Sánchez busca que la historia lo inmortalice. No importa si lo hace con apelativos o dando nombre al movimiento displicente con el que acuñó su desastroso mandato. Lo que pretendía lo ha conseguido. No sufre ni padece, porque es inmune a la crítica, su cuerpo rechaza la verdad y su alma incuba resentimiento en prime time, azuzado por aduladores de todo a cien y trileros de quita y pon. Vivimos en alarma autoritaria desde que el comunismo se asentó en el Consejo de ministros con permiso del partido al que un día deberemos juzgar por la historia que construyó y no por la que se ha construido a sí mismo. A modo de inventario, recordar a las Calvo, Lastra y Monteros, a los Sánchez, Simancas y Ábalos, que fue el fundador del PSOE quien amenazó de muerte en 1910 a un líder de la oposición (Maura) en tribuna parlamentaria, que fue un destacado miembro del PSOE (Largo Caballero) quien formó parte del Consejo de Ministros de la dictadura de Primo de Rivera, que fue el PSOE, o parte de él, quien se opuso al voto femenino o que fue el PSOE quien estuvo más ausente que presente durante los 40 años de dictadura franquista. Habrá que seguir recordándoselo para que su memoria histórica no sólo coma del prejuicio.

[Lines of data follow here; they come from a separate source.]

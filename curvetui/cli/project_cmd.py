"""``curvetui FILE`` and ``curvetui check --project FILE``: every bend of a project."""

from __future__ import annotations

import argparse

from rich import box
from rich.table import Table

from curvetui.cli.common import console, print_caution
from curvetui.core.road import check_road
from curvetui.core.road_messages import road_messages
from curvetui.core.units import unit_system
from curvetui.project_file import load_project
from curvetui.results import road_record
from curvetui.stations import format_station
from curvetui.tables import road_table

COMMANDS = {"check", "tables", "open", "setout", "-h", "--help", "--version"}


def add_check_project(check: argparse.ArgumentParser) -> None:
    check.add_argument("--project", help="check every bend of this project file")
    check.set_defaults(run=_run_check_project)


def add_open_parser(sub) -> None:
    p = sub.add_parser("open", help="open a project file (prints its check results)")
    p.add_argument("file")
    p.set_defaults(run=_run_open)


def _run_open(args) -> int:
    """Opening shows the checks; a failing bend is news, not an error of the command."""
    check_project(args.file)
    return 0


def _run_check_project(args) -> int:
    if not args.project:
        raise SystemExit("curvetui: error: check needs `road` or --project FILE")
    return check_project(args.project)


def check_project(path: str) -> int:
    """Print a results table for every bend; 1 when any bend fails."""
    project = load_project(path)
    units = unit_system(project["project"]["units"])
    table = road_table(project["project"].get("road_table"), units.name)
    out = console()
    meta = project["project"]
    grid = Table(
        title=f"{meta['name']} - job {meta.get('job_number', '')}",
        caption=f"table: {table.name}; speeds {units.speed_label}, lengths {units.length_label}",
        box=box.SIMPLE_HEAD,
        padding=(0, 1, 0, 0),
        pad_edge=False,
        show_edge=False,
    )
    headers = ("Bend", "Station", "V", "R", "emax%", "e%", "f", "fmax", "Rmin", "Vsafe", "Status")
    for col in headers:
        left = col in ("Bend", "Status")
        grid.add_column(col, justify="left" if left else "right", no_wrap=True)
    any_fail = False
    notes = []
    for bend in project["bends"]:
        if bend.get("kind") != "road":
            continue
        i = bend["inputs"]
        check = check_road(
            table,
            units.speed_to_si(i["speed"]),
            units.length_to_si(i["radius"]),
            e_max=i.get("emax", 100 * table.emax_default) / 100,
            superelevation=i["superelevation"] / 100
            if i.get("superelevation") is not None
            else None,
            friction=i.get("friction"),
        )
        rec = road_record(check, (), units)
        any_fail |= rec["status"] == "fail"
        colour = "red" if rec["status"] == "fail" else "green"
        grid.add_row(
            bend["id"],
            format_station(bend.get("station", 0.0), units.name, 1),
            f"{i['speed']:g}",
            f"{i['radius']:g}",
            f"{float(check.e_max) * 100:g}",
            f"{rec['superelevation']:.1f}",
            f"{rec['side_friction_demand']:.3f}",
            f"{rec['side_friction_max']:.3f}",
            f"{rec['min_radius_rounded']:g}",
            f"{rec['safe_speed']:.1f}",
            f"[{colour}]{rec['status'].upper()}[/]",
        )
        for m in road_messages(check, (), table, units):
            notes.append(f"{bend['id']}: {m}")
    out.print(grid)
    for n in notes:
        out.print(f"  - {n}", markup=False)
    print_caution(out)
    return 1 if any_fail else 0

En la política nada es casual, sobre todo cuando vivimos en un sistema vulnerable, sujeto a manipulaciones facilonas, agit-prop al rojo vivo y posverdad abusiva. La política de efectos necesita de una propaganda de afectos para triunfar. La España de izquierdas siempre fue el sumidero por el que la verdad discurría entre barrotes. Ahora, los altavoces mediáticos de la corrección silban el despiste. La Inquisición mañanera y dominical que cada día nos lee el parte moral, calla porque los suyos ya están en el poder. De ahí que el confinamiento sea la primera fase del experimento de control social llevado a cabo por el Gobierno, cautivos los españoles ante el Estado total. Porque toda crisis esconde la oportunidad del cambio. Y todo cambio exige de la propaganda para ser socialmente aceptado. Por eso nos venden como control del odio lo que es persecución al discrepante, al crítico, al libre. La prensa nunca será libre si el Estado la controla. El ciudadano iniciará su condición de esclavo cuando acepta sin rechistar que el Gobierno hace las cosas por su bien.
Fran Carrillo es portavoz adjunto de Ciudadanos en el Senado y en el Parlamento de Andalucía.